California will begin selling its own brand of affordable insulin starting January 1, 2026, Governor Gavin Newsom announced on Thursday. The move comes nearly three years after the state first revealed its plan to partner with manufacturers to produce and distribute lower-cost generic drugs.
The state’s initiative, known as “CalRx,” is a partnership with the nonprofit Civica, which will also make its affordable insulin available to pharmacies across the United States. California allocated $50 million toward the development of this medication. Insulin pens will be offered at a recommended price of $11 per pen, or $55 for a five-pack, according to Civica.
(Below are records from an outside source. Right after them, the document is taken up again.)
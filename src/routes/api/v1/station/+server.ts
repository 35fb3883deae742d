import { json } from '@sveltejs/kit';
import { requireStation } from '$lib/server/auth';
import { stationView } from '$lib/server/station-view';
import { studyForStation } from '$lib/server/studies';
import type { RequestHandler } from './$types';

export const GET: RequestHandler = async ({ locals }) => {
	const station = requireStation(locals);
	const [view, study] = await Promise.all([stationView(station.id, new Date()), studyForStation(station.id)]);
	// `study`: null, or the running study this station takes part in and the part it measures next.
	return json(view ? { ...view, study } : view);
};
At a news conference in Los Angeles, Newsom stated, “You don’t need a new prescription. It’s access on the basis of affordability.”
This effort is part of a broader strategy by California to reduce prescription drug costs by providing generic alternatives. Earlier this year, Newsom announced that the state would also begin selling Naloxone, a medication used to reverse opioid overdoses.
The state’s agreement with Civica and Biocon Biologics is set for ten years and began in early 2023. Officials hope that California’s entry into the insulin market will drive down prices for consumers. The new insulin pens will be interchangeable with glargine, a generic version of a commonly used once-daily injection. For comparison, a five-pack of Eli Lilly’s Rezvoglar is priced at over $88 for pharmacies, though the final cost to consumers may vary depending on insurance.
According to the American Diabetes Association, about 38 million Americans have diabetes, including approximately 3.5 million Californians.
Chris Noble, organizing director of Health Access California, commented on the announcement: “California consumers need relief now, so health advocates are relieved to see CalRx moving quickly to lower insulin costs for the people of California while continuing to pursue other needed prescription drug cost solutions.”
However, state analysts have cautioned that California’s move could lead other manufacturers to reduce the availability of their drugs. In 2022, state lawmakers approved $100 million for the project, with half allocated for developing three types of insulin and the remainder intended for investment in a manufacturing facility.